Food authenticity is a worldwide issue and there is growing awareness and concern about food fraud, adulteration, and authenticity (http://www.fao.org/evaluation/evaluation-digest/evaluations-detail/en/c/1041465/). For more than a decade, species identification for authentication of animal origin foods has received attention from regulatory bodies for ensuring consumer protection. Meat and dairy product adulteration and associated fraud is intentional in most cases, violating consumers’ right and trust and is a matter of great concern for religious groups (choice of Halal for Muslims, and preference for other religious groups), economic, and health aspects (e.g., food allergies). Commonly reported fraudulent practices in the meat and dairy sectors are the use of cheaper or forbidden products to substitute more costly or permitted ones (https://bangladeshpost.net/posts/buffalo-meat-bring-sold-as-beef-in-city-markets-14211).

Authentication of declared species in meat products was highlighted across international markets when horse meat was reported in otherwise labeled meat products by the Food Safety Authority of Ireland and, afterward, pork as an adulterant across Europe (Walker et al., 2013). Horse meat has also been detected in ground meat (mince) sold in the US (Kane & Hellberg, 2016). In Bangladesh, these examples triggered Halal authentication of imported frozen meat products, as an international trade criterion. In the dairy industry, use of cheaper milk is also commonplace, but not always declared. For instance, López-Calleja et al. (2005) reported species adulteration in Mozzarella, which should be made with milk from Italian Mediterranean water buffalo (Bubalus bubalis), identifying the presence of bovine milk (less expensive) as an adulterant/ mislabeling.

Molecular technologies have provided a breakthrough strategy for species detection in food authentication. Use of DNA-based markers and the now universal polymerase chain reaction (PCR) in molecular authentication allow closely related animal species to be identified, and if so desired quantified, in processed food including meat, fish, and cheese (Lo & Shaw, 2018). Although protein-based techniques such as ELISA have been used for species identification, proteins are significantly degraded during processing while DNA is more stable (Asensio et al., 2008). There are some commonly used PCR-based techniques for food forensic analysis, which include restriction fragment length polymorphisms, random amplified polymorphic DNA, and multiplex PCR (Lo & Shaw, 2018). However, multiplex PCR is also well established, where multiple primers are added in a single PCR mixture to amplify several species-specific DNA sequences simultaneously reducing cost and time (Ali et al., 2014).

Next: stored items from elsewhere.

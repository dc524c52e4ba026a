//! Directions on the sphere and sampling grids.

mod direction;

pub use direction::Direction;
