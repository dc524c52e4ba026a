//! Directions on the sphere and sampling grids.

mod direction;
pub mod grid;

pub use direction::{Direction, wrap_azimuth_deg};
pub use grid::{EquirectGrid, SphereGrid};
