/// Background, panel, grid, text colours of the quiet dark look.
pub const BACKGROUND: [u8; 3] = [17, 19, 23];
const PANEL: [u8; 3] = [27, 30, 35];
const GRID: [u8; 3] = [120, 126, 136];
const TEXT: [u8; 3] = [196, 200, 207];
const DIM_TEXT: [u8; 3] = [130, 136, 145];
const MARKER: [u8; 3] = [250, 250, 250];
const MARKER_EDGE: [u8; 3] = [0, 0, 0];
/// Expected-mark colours of the order-balance chart (differ in lightness as well as hue).
const MARK_SN3D: [u8; 3] = [240, 240, 240];
const MARK_N3D: [u8; 3] = [236, 152, 52];
const MARK_FUMA: [u8; 3] = [80, 196, 210];

/// Dynamic range of the map colour scale, dB below the map's maximum.
pub const MAP_RANGE_DB: f32 = 24.0;
/// Map picture size in pixels (2 px per degree).
pub const MAP_WIDTH: usize = 720;
pub const MAP_HEIGHT: usize = 360;

/// An RGB8 picture, row 0 at the top.
#[derive(Clone, Debug, PartialEq)]
pub struct Canvas {
    pub width: usize,
    pub height: usize,
    pub rgb: Vec<u8>,
}

impl Canvas {
    pub fn new(width: usize, height: usize, colour: [u8; 3]) -> Self {
        let mut rgb = Vec::with_capacity(width * height * 3);
        for _ in 0..width * height {
            rgb.extend_from_slice(&colour);
        }
        Self { width, height, rgb }
    }

    fn index(&self, x: i64, y: i64) -> Option<usize> {
        (x >= 0 && y >= 0 && (x as usize) < self.width && (y as usize) < self.height)
            .then(|| 3 * (y as usize * self.width + x as usize))
    }

    pub fn set(&mut self, x: i64, y: i64, colour: [u8; 3]) {
        if let Some(i) = self.index(x, y) {
            self.rgb[i..i + 3].copy_from_slice(&colour);
        }
    }

    /// Mixes `colour` over the pixel with opacity `alpha` in [0, 1].
    pub fn blend(&mut self, x: i64, y: i64, colour: [u8; 3], alpha: f32) {
        if let Some(i) = self.index(x, y) {
            let a = alpha.clamp(0.0, 1.0);
            for (channel, &target) in self.rgb[i..i + 3].iter_mut().zip(&colour) {
                let old = *channel as f32;
                *channel = (old + (target as f32 - old) * a).round() as u8;
            }
        }
    }

    pub fn fill_rect(&mut self, x: i64, y: i64, w: i64, h: i64, colour: [u8; 3]) {
        for yy in y..y + h {
            for xx in x..x + w {
                self.set(xx, yy, colour);
            }
        }
    }

    pub fn hline(&mut self, x0: i64, x1: i64, y: i64, colour: [u8; 3], alpha: f32) {
        for x in x0.min(x1)..=x0.max(x1) {
            self.blend(x, y, colour, alpha);
        }
    }

    pub fn vline(&mut self, x: i64, y0: i64, y1: i64, colour: [u8; 3], alpha: f32) {
        for y in y0.min(y1)..=y0.max(y1) {
            self.blend(x, y, colour, alpha);
        }
    }

    /// Dashed horizontal line: `on` pixels drawn, `off` skipped.
    fn dashed_hline(&mut self, x0: i64, x1: i64, y: i64, colour: [u8; 3], on: i64, off: i64) {
        for x in x0..=x1 {
            if (x - x0) % (on + off) < on {
                self.set(x, y, colour);
            }
        }
    }

    /// Ring of outer radius `r` and thickness `t` (pixels), antialiased at its edges.
    pub fn ring(&mut self, cx: f64, cy: f64, r: f64, t: f64, colour: [u8; 3]) {
        self.blend_by_distance(cx, cy, r, colour, |d| {
            (r - d + 0.5).clamp(0.0, 1.0) * (d - (r - t) + 0.5).clamp(0.0, 1.0)
        });
    }

    /// Blends `colour` into every pixel within `r` + 1 of (cx, cy), weighted by
    /// `coverage(distance from the centre to the pixel centre)`.
    fn blend_by_distance(
        &mut self,
        cx: f64,
        cy: f64,
        r: f64,
        colour: [u8; 3],
        coverage: impl Fn(f64) -> f64,
    ) {
        let reach = (r + 1.0).ceil() as i64;
        for dy in -reach..=reach {
            for dx in -reach..=reach {
                let x = cx.floor() as i64 + dx;
                let y = cy.floor() as i64 + dy;
                let d = ((x as f64 + 0.5 - cx).powi(2) + (y as f64 + 0.5 - cy).powi(2)).sqrt();
                let c = coverage(d);
                if c > 0.0 {
                    self.blend(x, y, colour, c as f32);
                }
            }
        }
    }

    /// Filled disc of radius `r`.
    pub fn disc(&mut self, cx: f64, cy: f64, r: f64, colour: [u8; 3], alpha: f32) {
        self.blend_by_distance(cx, cy, r, colour, |d| {
            (r - d + 0.5).clamp(0.0, 1.0) * f64::from(alpha)
        });
    }

    /// Draws `text` with its top-left corner at (x, y), each font pixel `scale` pixels wide.
    pub fn text(&mut self, x: i64, y: i64, text: &str, colour: [u8; 3], scale: i64) {
        let mut pen = x;
        for c in text.chars() {
            if let Some(rows) = glyph(c) {
                for (ry, row) in rows.iter().enumerate() {
                    for (rx, ink) in row.bytes().enumerate() {
                        if ink == b'#' {
                            self.fill_rect(
                                pen + rx as i64 * scale,
                                y + ry as i64 * scale,
                                scale,
                                scale,
                                colour,
                            );
                        }
                    }
                }
            }
            pen += (GLYPH_WIDTH as i64 + 1) * scale;
        }
    }

    /// Text centred horizontally on `cx`.
    pub fn text_centred(&mut self, cx: i64, y: i64, text: &str, colour: [u8; 3], scale: i64) {
        let w = text_width(text) as i64 * scale;
        self.text(cx - w / 2, y, text, colour, scale);
    }

    /// Text ending at `right`.
    pub fn text_right(&mut self, right: i64, y: i64, text: &str, colour: [u8; 3], scale: i64) {
        let w = text_width(text) as i64 * scale;
        self.text(right - w, y, text, colour, scale);
    }

    /// PNG (8-bit RGB) of the canvas.
    pub fn to_png(&self) -> Result<Vec<u8>, String> {
        let mut out = Vec::new();
        {
            let mut encoder = png::Encoder::new(&mut out, self.width as u32, self.height as u32);
            encoder.set_color(png::ColorType::Rgb);
            encoder.set_depth(png::BitDepth::Eight);
            encoder.set_compression(png::Compression::Best);
            let mut writer = encoder.write_header().map_err(|e| e.to_string())?;
            writer
                .write_image_data(&self.rgb)
                .map_err(|e| e.to_string())?;
        }
        Ok(out)
    }
}
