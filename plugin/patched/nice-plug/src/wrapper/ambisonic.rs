//! FIELDGLASS PATCH (this whole file is new): ambisonic main buses for the CLAP and VST3 wrappers.
//!
//! A plugin opts in by returning an [`AmbisonicBuses`] object from
//! `ClapPlugin::ambisonic_buses()` / `Vst3Plugin::ambisonic_buses()`. The wrappers then
//! - CLAP: give every main port of (N+1)² channels (N ≥ 1) the port type `ambisonic`, in the
//!   audio-ports and audio-ports-config extensions, and offer the `clap.ambisonic` extension
//!   (`is_config_supported`, `get_config`) answered by this object;
//! - VST3: report the SDK's `kAmbi<N>OrderACN` speaker arrangement for such buses in
//!   `getBusArrangement`, keep accepting any arrangement with the right channel count in
//!   `setBusArrangements`, and tell this object whether the host stated the ambisonic
//!   arrangement (ACN ordering with SN3D normalisation, as the SDK defines those arrangements).
//!
//! Plugins that do not opt in see no change.

/// Channel ordering of an ambisonic bus (the two the CLAP extension names).
#[derive(Clone, Copy, Debug, PartialEq, Eq, Hash)]
pub enum AmbisonicOrdering {
    /// Furse-Malham order.
    Fuma,
    /// Ambisonic Channel Number order.
    Acn,
}

/// Normalisation of an ambisonic bus (the five the CLAP extension names).
#[derive(Clone, Copy, Debug, PartialEq, Eq, Hash)]
pub enum AmbisonicNormalization {
    MaxN,
    Sn3d,
    N3d,
    Sn2d,
    N2d,
}

/// An ordering and normalisation pair.
#[derive(Clone, Copy, Debug, PartialEq, Eq, Hash)]
pub struct AmbisonicConfig {
    pub ordering: AmbisonicOrdering,
    pub normalization: AmbisonicNormalization,
}

impl AmbisonicConfig {
    /// ACN ordering, SN3D normalisation (what VST3's ambisonic arrangements denote).
    pub const ACN_SN3D: Self = Self {
        ordering: AmbisonicOrdering::Acn,
        normalization: AmbisonicNormalization::Sn3d,
    };
}

/// What the wrappers ask a plugin with ambisonic main buses. Called on the main thread, never
/// on the audio thread; implementations should be cheap and must not block.
pub trait AmbisonicBuses: Send + Sync {
    /// Whether the plugin can take main buses of `channels` channels in this configuration.
    fn is_config_supported(&self, config: AmbisonicConfig, channels: u32) -> bool;
    /// The configuration the plugin currently takes its main buses to be in.
    fn config(&self) -> AmbisonicConfig;
    /// The host stated the main buses' configuration (`Some`) or set a layout that states none
    /// (`None`, e.g. a VST3 arrangement of generic speakers).
    fn host_stated(&self, config: Option<AmbisonicConfig>);
}

/// The ambisonic order N of a bus of (N+1)² channels, N ≥ 1.
pub fn ambisonic_order(channels: u32) -> Option<u32> {
    let n = (f64::from(channels).sqrt().round() as u32).checked_sub(1)?;
    (n >= 1 && (n + 1) * (n + 1) == channels).then_some(n)
}

#[cfg(test)]
mod tests {
    use super::*;

    #[test]
    fn full_orders_only() {
        assert_eq!(ambisonic_order(4), Some(1));
        assert_eq!(ambisonic_order(16), Some(3));
        assert_eq!(ambisonic_order(64), Some(7));
        assert_eq!(ambisonic_order(81), Some(8));
        for channels in [0, 1, 2, 3, 5, 6, 8, 15, 17, 65] {
            assert_eq!(ambisonic_order(channels), None, "{channels}");
        }
    }
}
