impl<R: Read + Seek> Source<'_, R> {
    /// Reads as many bytes as are available at `pos` into `buf`; returns the count.
    fn read_at(&mut self, pos: u64, buf: &mut [u8], what: &str) -> Result<usize, WavError> {
        self.inner
            .seek(SeekFrom::Start(pos))
            .map_err(|e| WavError::io(format!("seeking to {what} at byte {pos}"), e))?;
        let mut filled = 0;
        while filled < buf.len() {
            match self.inner.read(&mut buf[filled..]) {
                Ok(0) => break,
                Ok(n) => filled += n,
                Err(e) if e.kind() == ErrorKind::Interrupted => {}
                Err(e) => return Err(WavError::io(format!("reading {what} at byte {pos}"), e)),
            }
        }
        Ok(filled)
    }

    /// Reads exactly `buf.len()` bytes at `pos`, or reports a truncated header inside `what`.
    fn read_exact_at(&mut self, pos: u64, buf: &mut [u8], what: &str) -> Result<(), WavError> {
        if self.read_at(pos, buf, what)? < buf.len() {
            return Err(self.truncated(what));
        }
        Ok(())
    }

    fn truncated(&self, inside: &str) -> WavError {
        WavError::TruncatedHeader {
            file_bytes: self.file_bytes,
            inside: inside.to_string(),
        }
    }

    /// Reads the 12-byte header; returns the container and its 32-bit RIFF size field.
    /// Keeps the body of a `chna` or `axml` chunk (the first of each) if it fits its cap and the
    /// file; an oversized one is skipped with a warning.
    fn keep_metadata(
        &mut self,
        id: &[u8; 4],
        body_start: u64,
        size: u64,
        kept: &mut Vec<MetadataChunk>,
        warnings: &mut Vec<String>,
    ) -> Result<(), WavError> {
        let Some(&(_, cap)) = METADATA_CHUNKS.iter().find(|(known, _)| *known == id) else {
            return Ok(());
        };
        if kept.iter().any(|c| &c.id == id) || body_start.saturating_add(size) > self.file_bytes {
            return Ok(());
        }
        if size > cap {
            warnings.push(format!(
                "the {} chunk holds {} (more than the {} read); its metadata was ignored",
                show_id(id),
                human_bytes(size),
                human_bytes(cap)
            ));
            return Ok(());
        }
        let mut body = vec![0u8; size as usize];
        self.read_exact_at(body_start, &mut body, &format!("the {} chunk", show_id(id)))?;
        kept.push(MetadataChunk { id: *id, body });
        Ok(())
    }

    /// Walks the chunks after the sample data for metadata. Whatever does not parse there is
    /// left alone: the samples are readable, and the metadata reader reports what is missing.
    fn read_trailing_metadata(
        &mut self,
        mut pos: u64,
        ds64: &Ds64,
        container: Container,
        kept: &mut Vec<MetadataChunk>,
        warnings: &mut Vec<String>,
    ) {
        // A handful of trailing chunks is usual; the bound keeps a hostile file's walk short.
        for _ in 0..64 {
            if pos.saturating_add(8) > self.file_bytes {
                return;
            }
            let Ok((id, size32)) = self.read_chunk_header(pos) else {
                return;
            };
            let size = if size32 == SIZE_PLACEHOLDER && container != Container::Riff {
                match ds64.table.iter().find(|(table_id, _)| *table_id == id) {
                    Some(&(_, size)) => size,
                    None => return,
                }
            } else {
                u64::from(size32)
            };
            let body_start = pos + 8;
            if self
                .keep_metadata(&id, body_start, size, kept, warnings)
                .is_err()
            {
                return;
            }
            pos = body_start.saturating_add(size).saturating_add(size & 1);
        }
    }

    fn read_riff_header(&mut self) -> Result<(Container, u32), WavError> {
        let mut head = [0u8; 12];
        let got = self.read_at(0, &mut head, "the RIFF header")?;
        let id = &head[..got.min(4)];
        let container = match id {
            b"RIFF" => Container::Riff,
            b"RF64" => Container::Rf64,
            b"BW64" => Container::Bw64,
            _ => {
                let is_prefix = [b"RIFF", b"RF64", b"BW64"]
                    .iter()
                    .any(|magic| magic.starts_with(id));
                return Err(if is_prefix && got < 4 {
                    self.truncated("the RIFF header")
                } else {
                    WavError::NotWav {
                        expected: "'RIFF', 'RF64' or 'BW64'",
                        at_byte: 0,
                        found: id.to_vec(),
                    }
                });
            }
        };
        let form = &head[8.min(got)..got];
        if !b"WAVE".starts_with(form) {
            return Err(WavError::NotWav {
                expected: "'WAVE'",
                at_byte: 8,
                found: form.to_vec(),
            });
        }
        if got < 12 {
            return Err(self.truncated("the RIFF header"));
        }
        Ok((
            container,
            u32::from_le_bytes([head[4], head[5], head[6], head[7]]),
        ))
    }

    /// Reads the 8-byte chunk header at `pos`.
    fn read_chunk_header(&mut self, pos: u64) -> Result<([u8; 4], u32), WavError> {
        let mut header = [0u8; 8];
        let what = format!("the chunk header at byte {pos}");
        self.read_exact_at(pos, &mut header, &what)?;
        let id = [header[0], header[1], header[2], header[3]];
        Ok((
            id,
            u32::from_le_bytes([header[4], header[5], header[6], header[7]]),
        ))
    }

    /// Reads the mandatory ds64 chunk at `pos`; returns it and the position after it.
    fn read_ds64(&mut self, pos: u64) -> Result<(Ds64, u64), WavError> {
        let mut header = [0u8; 8];
        let got = self.read_at(pos, &mut header, "the ds64 chunk header")?;
        if got < 4 || &header[..4] != b"ds64" {
            if got < 4 && b"ds64".starts_with(&header[..got]) {
                return Err(self.truncated("the ds64 chunk header at byte 12"));
            }
            return Err(WavError::MissingDs64 {
                found: header[..got.min(4)].to_vec(),
            });
        }
        if got < 8 {
            return Err(self.truncated("the ds64 chunk header at byte 12"));
        }
        let size = u64::from(u32::from_le_bytes([
            header[4], header[5], header[6], header[7],
        ]));
        let body_start = pos + 8;
        if size < 28 {
            return Err(WavError::InvalidFormat(format!(
                "the ds64 chunk at byte {pos} holds {size} bytes; it needs at least 28"
            )));
        }
        if body_start + size > self.file_bytes {
            return Err(self.truncated(&format!(
                "the ds64 chunk at byte {pos} (declared {size} bytes)"
            )));
        }
        let mut fixed = [0u8; 28];
        self.read_exact_at(body_start, &mut fixed, "the ds64 chunk")?;
        let u64_at = |at: usize| {
            let mut b = [0u8; 8];
            b.copy_from_slice(&fixed[at..at + 8]);
            u64::from_le_bytes(b)
        };
        // Layout: riffSize (0), dataSize (8), sampleCount (16), tableLength (24).
        let riff_bytes = u64_at(0);
        let data_bytes = u64_at(8);
        let table_length = u32::from_le_bytes([fixed[24], fixed[25], fixed[26], fixed[27]]);
        let entries = (table_length as usize)
            .min(((size - 28) / 12) as usize)
            .min(MAX_DS64_TABLE_ENTRIES);
        let mut table = Vec::with_capacity(entries);
        for index in 0..entries {
            let mut entry = [0u8; 12];
            let entry_pos = body_start + 28 + 12 * index as u64;
            self.read_exact_at(entry_pos, &mut entry, "the ds64 table")?;
            let id = [entry[0], entry[1], entry[2], entry[3]];
            let mut b = [0u8; 8];
            b.copy_from_slice(&entry[4..12]);
            table.push((id, u64::from_le_bytes(b)));
        }
        let next = body_start + size + (size & 1);
        Ok((
            Ds64 {
                riff_bytes,
                data_bytes,
                table,
            },
            next,
        ))
    }

    /// Parses a fmt chunk body of `size` bytes at `pos`.
    fn read_fmt(&mut self, pos: u64, size: u64) -> Result<Fmt, WavError> {
        if pos.saturating_add(size) > self.file_bytes {
            return Err(self.truncated(&format!(
                "the fmt chunk (declared {size} bytes from byte {pos})"
            )));
        }
        if size < 16 {
            return Err(WavError::InvalidFormat(format!(
                "the fmt chunk at byte {} holds {size} bytes; it needs at least 16",
                pos - 8
            )));
        }
        let mut body = [0u8; 40];
        let len = size.min(40) as usize;
        self.read_exact_at(pos, &mut body[..len], "the fmt chunk")?;
        let u16_at = |at: usize| u16::from_le_bytes([body[at], body[at + 1]]);
        let u32_at =
            |at: usize| u32::from_le_bytes([body[at], body[at + 1], body[at + 2], body[at + 3]]);
        let format_tag = u16_at(0);
        let channels = u16_at(2);
        let sample_rate = u32_at(4);
        let declared_block_align = u16_at(12);
        let bits_per_sample = u16_at(14);

        let (sample_format, channel_mask, b_format) = match format_tag {
            FORMAT_PCM => (SampleFormat::Int, None, false),
            FORMAT_IEEE_FLOAT => (SampleFormat::Float, None, false),
            FORMAT_EXTENSIBLE => {
                if size < 40 {
                    return Err(WavError::InvalidFormat(format!(
                        "the WAVE_FORMAT_EXTENSIBLE fmt chunk holds {size} bytes; it needs 40"
                    )));
                }
                let valid_bits = u16_at(18);
                if valid_bits > bits_per_sample {
                    return Err(WavError::InvalidFormat(format!(
                        "{valid_bits} valid bits in a {bits_per_sample}-bit sample"
                    )));
                }
                let subformat = &body[24..40];
                let (sample_format, b_format) = if subformat == SUBTYPE_PCM {
                    (SampleFormat::Int, false)
                } else if subformat == SUBTYPE_IEEE_FLOAT {
                    (SampleFormat::Float, false)
                } else if subformat == SUBTYPE_AMB_B_FORMAT_PCM {
                    (SampleFormat::Int, true)
                } else if subformat == SUBTYPE_AMB_B_FORMAT_IEEE_FLOAT {
                    (SampleFormat::Float, true)
                } else {
                    return Err(WavError::Unsupported(format!(
                        "WAVE_FORMAT_EXTENSIBLE subformat {} (only PCM and IEEE float, plain or \
                         AMB B-format, are read)",
                        show_guid(subformat)
                    )));
                };
                (sample_format, Some(u32_at(20)), b_format)
            }
            other => {
                return Err(WavError::Unsupported(format!(
                    "format tag 0x{other:04X}{} (only PCM 0x0001, IEEE float 0x0003 and \
                     WAVE_FORMAT_EXTENSIBLE 0xFFFE are read)",
                    format_tag_name(other)
                )));
            }
        };
        let spec = WavSpec {
            channels,
            sample_rate,
            bits_per_sample,
            sample_format,
            channel_mask,
        };
        let block_align = spec.validated_block_align()?;
        if usize::from(declared_block_align) != block_align {
            return Err(WavError::InvalidFormat(format!(
                "block align mismatch: the fmt chunk declares {declared_block_align} bytes per \
                 frame, but {channels} channels of {bits_per_sample}-bit samples need {block_align}"
            )));
        }
        let decoding = match (sample_format, bits_per_sample) {
            (SampleFormat::Int, 8) => Decoding::U8,
            (SampleFormat::Int, 16) => Decoding::I16,
            (SampleFormat::Int, 24) => Decoding::I24,
            (SampleFormat::Int, _) => Decoding::I32,
            (SampleFormat::Float, 32) => Decoding::F32,
            (SampleFormat::Float, _) => Decoding::F64,
        };
        Ok(Fmt {
            spec,
            decoding,
            block_align,
            b_format,
        })
    }

    /// Whether the 8 bytes at `pos` look like a chunk header that fits in the file: an
    /// identifier of four ASCII letters, digits or spaces, and a body that ends by the end of
    /// the file. Sample data almost never looks like that.
    fn chunk_header_plausible_at(&mut self, pos: u64) -> Result<bool, WavError> {
        let mut header = [0u8; 8];
        if self.read_at(pos, &mut header, "the bytes after the data chunk header")? < 8 {
            return Ok(false);
        }
        let id_ok = header[..4]
            .iter()
            .all(|b| b.is_ascii_alphanumeric() || *b == b' ');
        let size = u64::from(u32::from_le_bytes([
            header[4], header[5], header[6], header[7],
        ]));
        Ok(id_ok && pos + 8 + size <= self.file_bytes)
    }
}
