fn draw_controls(ui: &mut egui::Ui, snapshot: Option<&Snapshot>, host: &mut dyn EditorHost) {
    let settings = host.settings();
    let edges_hz = snapshot.map(|s| s.band_edges_hz);
    ui.horizontal_wrapped(|ui| {
        let mut format = settings.assumed_format;
        let order = snapshot.map(|s| s.order).filter(|&o| o > 0);
        labelled(ui, "Assumed format", |ui| {
            egui::ComboBox::from_id_salt("fieldglass_format")
                .selected_text(format_text(format))
                .show_ui(ui, |ui| {
                    for choice in FormatChoice::allowed_for(order) {
                        ui.selectable_value(&mut format, choice, format_text(choice));
                    }
                })
                .response
        });
        if format != settings.assumed_format {
            host.set_assumed_format(format);
        }
        draw_compare_button(ui, snapshot, host, &settings);
        let mut band = settings.band;
        labelled(ui, "Band", |ui| {
            egui::ComboBox::from_id_salt("fieldglass_band")
                .selected_text(band_text(band, edges_hz))
                .show_ui(ui, |ui| {
                    for choice in [
                        BandChoice::Full,
                        BandChoice::Low,
                        BandChoice::Mid,
                        BandChoice::High,
                    ] {
                        ui.selectable_value(&mut band, choice, band_text(choice, edges_hz));
                    }
                })
                .response
        });
        if band != settings.band {
            host.set_band(band);
        }
        let mut method = settings.method;
        labelled(ui, "Map method", |ui| {
            egui::ComboBox::from_id_salt("fieldglass_method")
                .selected_text(method_text(method))
                .show_ui(ui, |ui| {
                    for choice in [
                        MethodChoice::Basic,
                        MethodChoice::MaxRe,
                        MethodChoice::InPhase,
                        MethodChoice::Mvdr,
                        MethodChoice::Music,
                    ] {
                        ui.selectable_value(&mut method, choice, method_text(choice));
                    }
                })
                .response
        });
        if method != settings.method {
            host.set_method(method);
        }
        let mut view = settings.view;
        ui.checkbox(&mut view.hold, "Hold");
        ui.checkbox(
            &mut view.show_integrated,
            capitalised(wording::WHOLE_PROGRAMME),
        );
        if ui
            .button("Reset whole programme")
            .on_hover_text("Starts the whole-programme map and figures afresh")
            .clicked()
        {
            host.request(Request::ResetSessionMap);
        }
        if view != settings.view {
            host.set_view(view);
        }
    });
    ui.horizontal_wrapped(|ui| {
        ui.spacing_mut().slider_width = SLIDER_WIDTH;
        let mut automatic = settings.auto_map_range;
        // With the automatic range the slider shows (but does not take) the value in use.
        let mut range_db = map_range_db(&settings, snapshot);
        let mut time_constant_ms = settings.time_constant_ms;
        let mut yaw_deg = settings.view_yaw_deg;
        let mut pitch_deg = settings.view_pitch_deg;
        let range = egui::Slider::new(&mut range_db, MAP_RANGE_MIN_DB..=MAP_RANGE_MAX_DB)
            .step_by(1.0)
            .suffix(" dB");
        if labelled(ui, "Map range", |ui| ui.add_enabled(!automatic, range)).changed() {
            host.set_knob(Knob::MapRangeDb, range_db);
        }
        if ui
            .checkbox(&mut automatic, "Automatic range")
            .on_hover_text(
                "Range from the map method and order: the depth of the beam's highest side \
                 lobe, so side lobes stay dark",
            )
            .changed()
        {
            host.set_auto_map_range(automatic);
        }
        let time_constant = egui::Slider::new(
            &mut time_constant_ms,
            TIME_CONSTANT_MIN_MS..=TIME_CONSTANT_MAX_MS,
        )
        .logarithmic(true)
        .fixed_decimals(0)
        .suffix(" ms");
        if labelled(ui, "Time constant", |ui| ui.add(time_constant)).changed() {
            host.set_knob(Knob::TimeConstantMs, time_constant_ms);
        }
        let yaw = egui::Slider::new(&mut yaw_deg, -180.0..=180.0)
            .step_by(1.0)
            .suffix("°");
        if labelled(ui, "View yaw", |ui| ui.add(yaw)).changed() {
            host.set_knob(Knob::ViewYawDeg, yaw_deg);
        }
        let pitch = egui::Slider::new(&mut pitch_deg, -90.0..=90.0)
            .step_by(1.0)
            .suffix("°");
        let pitch_changed = labelled(ui, "View pitch", |ui| {
            ui.add(pitch).on_hover_text(
                "Shifts the picture up or down (an approximation of tilting the view)",
            )
        })
        .changed();
        if pitch_changed {
            host.set_knob(Knob::ViewPitchDeg, pitch_deg);
        }
    });
}

/// "Compare with detected": while the button is held, the map reads the input as the
/// detected format; on release it returns to the assumed one. Nothing changes the assumption.
fn draw_compare_button(
    ui: &mut egui::Ui,
    snapshot: Option<&Snapshot>,
    host: &mut dyn EditorHost,
    settings: &EditorSettings,
) {
    let target = snapshot.and_then(comparison_format);
    let hint = match target {
        Some(format) => format!(
            "Hold to see the map read as {} (the detected format); release to return. \
             The assumed format does not change.",
            format.human_name()
        ),
        None => "Available when the format check detects another format".to_owned(),
    };
    let button = ui
        .add_enabled(target.is_some(), egui::Button::new("Compare with detected"))
        .on_hover_text(hint)
        .on_disabled_hover_text("Available when the format check detects another format");
    let held = target.filter(|_| button.is_pointer_button_down_on());
    if held != settings.map_format_override {
        host.set_map_format_override(held);
    }
}

/// Re-renders the texture only when the snapshot or the colour scale changed.
fn update_texture(
    ui: &egui::Ui,
    state: &mut SpherePanelState,
    snapshot: &Snapshot,
    floor_db: f32,
    ceiling_db: f32,
) {
    let map = &snapshot.map;
    let key = (snapshot.sequence, floor_db.to_bits(), ceiling_db.to_bits());
    if state.texture.is_some() && state.texture_key == Some(key) {
        return;
    }
    render_map_rgba(map, floor_db, ceiling_db, &mut state.rgba);
    let image = egui::ColorImage::from_rgba_unmultiplied([map.width, map.height], &state.rgba);
    let options = egui::TextureOptions {
        wrap_mode: egui::TextureWrapMode::Repeat,
        ..egui::TextureOptions::LINEAR
    };
    match state.texture.as_mut() {
        Some(texture) if texture.size() == [map.width, map.height] => texture.set(image, options),
        _ => state.texture = Some(ui.ctx().load_texture("fieldglass_map", image, options)),
    }
    state.texture_key = Some(key);
}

The effectiveness of multiplex PCR depends on primer design and intra-species conserved regions, such as mitochondrial DNA (mtDNA), are preferable to nuclear DNA targets (Mohamad et al., 2013) simply because they are more specific. In studying molecular traceability of species origin, mitochondrial genes have been targeted because of their abundance per cell and maternal inheritance, which is advantageous for discrimination of closely related species (Murugaiah et al., 2015, Wang et al., 2006). The widely used mtDNA gene for phylogenic study is cytochrome b (Cyt b), which is highly conserved making it suitable for identifying intra- and inter-species ancestry even in processed foods (Murugaiah et al., 2015). Several studies have been performed using multiplex PCR for mitochondrial genes for verification of meat species (Hou et al., 2015, Zarringhabaie et al., 2011) and identification of milk species (Dalmasso et al., 2011, Csikos et al., 2016, López-Calleja et al., 2005). Others report using ribosomal RNA (Song et al., 2019, Golinelli et al., 2014). Besides species identification, Halal authentication (considering pork) has also been studied in some countries, such as Malaysia, Egypt, and Iran (Murugaiah et al., 2009, Chuah et al., 2016; Yakoobie & Sadek, 2016; Doosti et al., 2014).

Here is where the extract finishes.